- _Exercise requirements_
Once you reach the line that holds "const low = w & -w;" in the listing below, output it and every line after it through the line that holds "if (grown.isEmpty()) break;", word for word.

- _Material shown_
import { floorLog2, grid2RankNumber } from '../formulas/closed-forms';
import { Bitset } from '../graph/bitset';
import type { Graph } from '../graph/graph';
import { BitsetMemo, type MemoEntry } from './bitset-memo';
import { CutVertices } from './cut-vertices';
import { SearchStopped } from './search-stop';
import { ShapeCanon, type CanonicalShape } from './shape-canon';

export interface SearchLimits {
  signal?: AbortSignal | undefined;
  /** A flag shared with another thread: non-zero stops the search (a worker's event loop is busy with it). */
  stopFlag?: Int32Array | undefined;
  /** Wall-clock deadline (Date.now() milliseconds). */
  deadline?: number | undefined;
}

/** One component of a vertex set, with its memo entry and (for grid shapes) its canonical frame. */
interface Part {
  c: Bitset;
  e: MemoEntry;
  shape: CanonicalShape | undefined;
}

/**
 * Exact tree-depth by search over vertex sets, from the defining recursion (Nešetřil & Ossona de Mendez,
 * Sparsity, 2012): td(empty) = 0, td(G) = max over components, td(G) = 1 + min_v td(G - v) for connected G.
 * Asked in decision form, "td(S) <= k?", every component first checked against its proven bounds, every
 * set's proven bounds memoised, and lower bounds cutting branches that cannot fit: degeneracy + 1 and the
 * path bound from a breadth-first eccentricity, and for grid shapes the rectangle bound with missing
 * cells (value(R) - |R \ S| for each rectangle R of the bounding box). The same bound confines the top:
 * it must lie in every rectangle that already bounds S by k (see ShapeCanon.topWindow).
 */
export class TreeDepthSearch {
  readonly memo = new BitsetMemo();
  nodes = 0;
  /** Grid shapes: raw vertex set -> its entry and canonical frame (see entryOf). */
  private readonly raw = new Map<number, { set: Bitset; e: MemoEntry; shape: CanonicalShape | undefined }[]>();
  private readonly n: number;
  private readonly adj: Bitset[];
  /** All vertices, highest degree first: the order in which tops are tried. */
  private readonly byDegree: Uint32Array;
  /** For grid shapes: memo keys up to translation and the 8 symmetries of the square. */
  private readonly canon: ShapeCanon | undefined;
  /** Proven tree-depths of full h x w rectangles (key h * 65536 + w, h <= w), for lower bounds of shapes. */
  private readonly rectangles = new Map<number, number>();

  constructor(
    g: Graph,
    private readonly limits: SearchLimits = {},
  ) {
    this.n = g.vertexCount;
    this.adj = Array.from({ length: this.n }, (_, v) => Bitset.of(this.n, g.neighbours(v)));
    this.rest = new Bitset(this.n);
    this.frontier = new Bitset(this.n);
    this.grown = new Bitset(this.n);
    this.cuts = new CutVertices(g.offsets, g.targets);
    this.canon = ShapeCanon.applies(g) ? new ShapeCanon(g) : undefined;
    this.byDegree = Uint32Array.from({ length: this.n }, (_, v) => v).sort((a, b) => g.degree(b) - g.degree(a) || a - b);
  }

  /** Scratch sets of components(): what is left to place, the last layer reached and the next one. */
  private readonly rest: Bitset;
  private readonly frontier: Bitset;
  private readonly grown: Bitset;
  private readonly cuts: CutVertices;

  /** The connected components of S, largest first. */
  components(s: Bitset): Bitset[] {
    const rest = this.rest.copyFrom(s);
    const out: Bitset[] = [];
    const frontier = this.frontier;
    const grown = this.grown;
    const fw = frontier.words;
    const gw = grown.words;
    const adj = this.adj;
    for (let start = rest.first(); start >= 0; start = rest.first()) {
      const comp = new Bitset(this.n).add(start);
      frontier.clear().add(start);
      rest.delete(start);
      for (;;) {
        // One breadth-first layer: the neighbours of the frontier still left (word loops, no closures).
        gw.fill(0);
        for (let i = 0; i < fw.length; i++) {
          let w = fw[i]!;
          while (w !== 0) {
            const low = w & -w;
            w ^= low;
            const aw = adj[(i << 5) + (31 - Math.clz32(low))]!.words;
            for (let j = 0; j < gw.length; j++) gw[j]! |= aw[j]!;
          }
        }
        grown.andWith(rest);
        if (grown.isEmpty()) break;
        rest.andNotWith(grown);
        comp.orWith(grown);
        frontier.copyFrom(grown);
      }
      out.push(comp);
    }
    return out.length > 1 ? out.sort((a, b) => b.popcount() - a.popcount()) : out;
  }

  /**
   * Proven lower bound for a connected set: the degeneracy plus one (skipped for grid shapes, see
   * degeneracyBound), the path bound from a breadth-first eccentricity, and for grid shapes the
   * rectangle bound with missing cells.
   */
  private cheapLowerBound(c: Bitset, size: number): number {
    const byDegeneracy = this.canon ? Math.min(size, 2) : this.degeneracyBound(c, size);
    // A breadth-first search from the first vertex reaches a vertex at distance ecc: a path of ecc + 1
    // vertices, so td >= ⌊log2(ecc + 1)⌋ + 1 (Bodlaender et al., SIAM J. Discrete Math. 1998).
    let ecc = 0;
    const seen = new Bitset(this.n).add(c.first());
    let frontier = seen.clone();
    const next = new Bitset(this.n);
    for (;;) {
      next.clear();
      frontier.forEach((v) => next.orWith(this.adj[v]!));
      next.andWith(c).andNotWith(seen);
      if (next.isEmpty()) break;
      seen.orWith(next);
      frontier.copyFrom(next);
      ecc++;
    }
    return Math.max(byDegeneracy, 32 - Math.clz32(ecc + 1), this.rectangleBound(c));
  }

  /**
   * The degeneracy plus one (td >= tw + 1 >= degeneracy + 1; a clique gets its size this way). Grid shapes
   * skip it: their degeneracy is at most 2, and a 2 x 2 block gives the 3 through the rectangle bound.
   */
  private degeneracyBound(c: Bitset, size: number): number {
    // Degeneracy: repeatedly remove a vertex of least degree inside what is left (Matula & Beck 1983).
    const left = c.clone();
    const deg = new Int32Array(this.n);
    c.forEach((v) => (deg[v] = this.adj[v]!.and(c).popcount()));
    let degeneracy = 0;
    for (let remaining = size; remaining > 0; remaining--) {
      let best = -1;
      left.forEach((v) => {
        if (best < 0 || deg[v]! < deg[best]!) best = v;
      });
      degeneracy = Math.max(degeneracy, deg[best]!);
      left.delete(best);
      this.adj[best]!.forEach((w) => {
        if (left.has(w)) deg[w]!--;
      });
    }
    return degeneracy + 1;
  }

  /**
   * For grid shapes: the best of value(R) - |R \ C| over the rectangles R of C's bounding box, where
   * value(R) is an exact value proven earlier in this search, else the closed forms for sides 1 and 2
   * (Bodlaender et al. 1998; Alpert 2010) and the treewidth bound min(h, w) + 1 (td >= tw + 1).
   */
  private rectangleBound(c: Bitset): number {
    if (!this.canon) return 0;
    return this.canon.rectangleBound(c, this.rectangleValue);
  }

  /** A proven lower bound of the full h x w rectangle (exact when the search has solved it). */
  private readonly rectangleValue = (h0: number, w0: number): number => {
    const h = Math.min(h0, w0);
    const w = Math.max(h0, w0);
    const known = this.rectangles.get(h * 65536 + w);
    return known ?? (h === 1 ? floorLog2(w) + 1 : h === 2 ? grid2RankNumber(w) : h + 1);
  };

  /** Remembers an exact value when the set is a full rectangle, for later lower bounds. */
  private noteIfRectangle(e: MemoEntry, c: Bitset): void {
    if (!this.canon || e.lower !== e.upper) return;
    const dims = e.set.words[0]!; // canonical key: height << 16 | width
    const h = dims >>> 16;
    const w = dims & 0xffff;
    if (c.popcount() === h * w) this.rectangles.set(Math.min(h, w) * 65536 + Math.max(h, w), e.upper);
  }

  private tick(): void {
    if ((++this.nodes & 15) !== 0) return;
    if (this.limits.signal?.aborted || (this.limits.stopFlag && Atomics.load(this.limits.stopFlag, 0) !== 0)) throw new SearchStopped('aborted');
    if (this.limits.deadline !== undefined && Date.now() > this.limits.deadline) throw new SearchStopped('time-limit');
  }

  /**
   * The memo entry of a connected set (created with its cheap bounds), and for grid shapes the frame in
   * which its `choice` is written.
   */
  private entryOf(c: Bitset): { e: MemoEntry; shape: CanonicalShape | undefined } {
    if (!this.canon) return this.freshEntryOf(c);
    // Grid shapes: the same cells are met again and again; remember their entry and frame by the raw
    // set, so the canonical form is worked out once per set (common practice).
    const h = c.hash();
    let bucket = this.raw.get(h);
    if (!bucket) {
      bucket = [];
      this.raw.set(h, bucket);
    }
    for (const r of bucket) if (r.set.equals(c)) return r;
    const found = this.freshEntryOf(c);
    bucket.push({ set: c.clone(), e: found.e, shape: found.shape });
    return found;
  }

  private freshEntryOf(c: Bitset): { e: MemoEntry; shape: CanonicalShape | undefined } {
    const shape = this.canon?.canonical(c);
    const key = shape ? shape.key : c;
    const known = this.memo.get(key);
    if (known) return { e: known, shape };
    const size = c.popcount();
    return { e: this.memo.entry(key, this.cheapLowerBound(c, size), size, -1), shape };
  }

  /** The best lower bound proven so far for a vertex set: the largest over its components. */
  provenLower(s: Bitset): number {
    let best = 0;
    for (const c of this.components(s)) best = Math.max(best, this.entryOf(c).e.lower);
    return best;
  }

  /** Decides td(S) <= k for any vertex set S. */
  atMost(s: Bitset, k: number): boolean {
    const parts = this.components(s).map((c) => ({ c, ...this.entryOf(c) }));
    // Every component must fit: look for one already known not to before searching any of them.
    for (const p of parts) if (p.e.lower > k) return false;
    for (const p of parts) if (p.e.upper > k && !this.connectedPartAtMost(p, k)) return false;
    return true;
  }

  /** Decides td(C) <= k for a connected set C, recording what it proves. */
  connectedAtMost(c: Bitset, k: number): boolean {
    return this.connectedPartAtMost({ c, ...this.entryOf(c) }, k);
  }

  private connectedPartAtMost(part: Part, k: number): boolean {
    const { c, e, shape } = part;
    if (e.upper <= k) return true;
    if (e.lower > k) return false;
    this.tick();
    // For grid shapes, only tops inside every rectangle that bounds C by k can leave C - v within k - 1.
    const win = this.canon?.topWindow(c, k, this.rectangleValue);
    if (this.canon && !win) {
      e.lower = k + 1;
      this.noteIfRectangle(e, c);
      return false;
    }
    // Try the vertices of highest degree first: they are the likeliest tops of a shallow elimination tree;
    // in a grid shape, the cells nearest the middle of the window first (a balanced cut).
    const rest = c.clone();
    let tops: ArrayLike<number> = this.byDegree;
    if (win) {
      const inside: number[] = [];
      for (const v of this.byDegree) if (c.has(v) && this.canon!.inWindow(v, win)) inside.push(v);
      const canon = this.canon!;
      tops = inside.sort((a, b) => canon.offCentre(a, win) - canon.offCentre(b, win));
    }
    // Which tops leave C in one piece: those need no component search (most cells of a grid shape).
    const cut = this.cuts.find(c, c.first(), new Bitset(this.n));
    for (let i = 0; i < tops.length; i++) {
      const v = tops[i]!;
      if (!win && !c.has(v)) continue;
      rest.delete(v);
      const fits = cut.has(v) ? this.atMost(rest, k - 1) : this.connectedAtMost(rest, k - 1);
      rest.add(v);
      if (fits) return this.fitsWith(part, k, v);
    }
    e.lower = k + 1;
    this.noteIfRectangle(e, c);
    return false;
  }

  /** Records that the part fits in k labels with v on top. */
  private fitsWith(part: Part, k: number, v: number): true {
    part.e.upper = k;
    part.e.choice = part.shape ? part.shape.toCanonical(v) : v;
    this.noteIfRectangle(part.e, part.c);
    return true;
  }

  /** The exact tree-depth of a connected set, by deepening k from its lower bound. */
  treeDepth(c: Bitset): number {
    const { e } = this.entryOf(c);
    while (e.lower < e.upper) this.connectedAtMost(c, e.lower);
    return e.upper;
  }

  /**
   * Labels S (1-based, into `labels`) with at most `k` labels, using the choices the search recorded;
   * only call after atMost(S, k) returned true.
   */
  label(s: Bitset, k: number, labels: Int32Array): void {
    for (const c of this.components(s)) {
      const { e, shape } = this.entryOf(c);
      if (e.upper > k && !this.connectedAtMost(c, k)) throw new Error('label: the set does not fit in k labels');
      const fit = Math.min(e.upper, k);
      if (e.choice < 0) {
        let next = 1;
        c.forEach((v) => (labels[v] = next++));
        continue;
      }
      const top = shape ? shape.fromCanonical(e.choice) : e.choice;
      labels[top] = fit;
      this.label(c.clone().delete(top), fit - 1, labels);
    }
  }
}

- _Output of the exercise_
            const low = w & -w;
            w ^= low;
            const aw = adj[(i << 5) + (31 - Math.clz32(low))]!.words;
            for (let j = 0; j < gw.length; j++) gw[j]! |= aw[j]!;
          }
        }
        grown.andWith(rest);
        if (grown.isEmpty()) break;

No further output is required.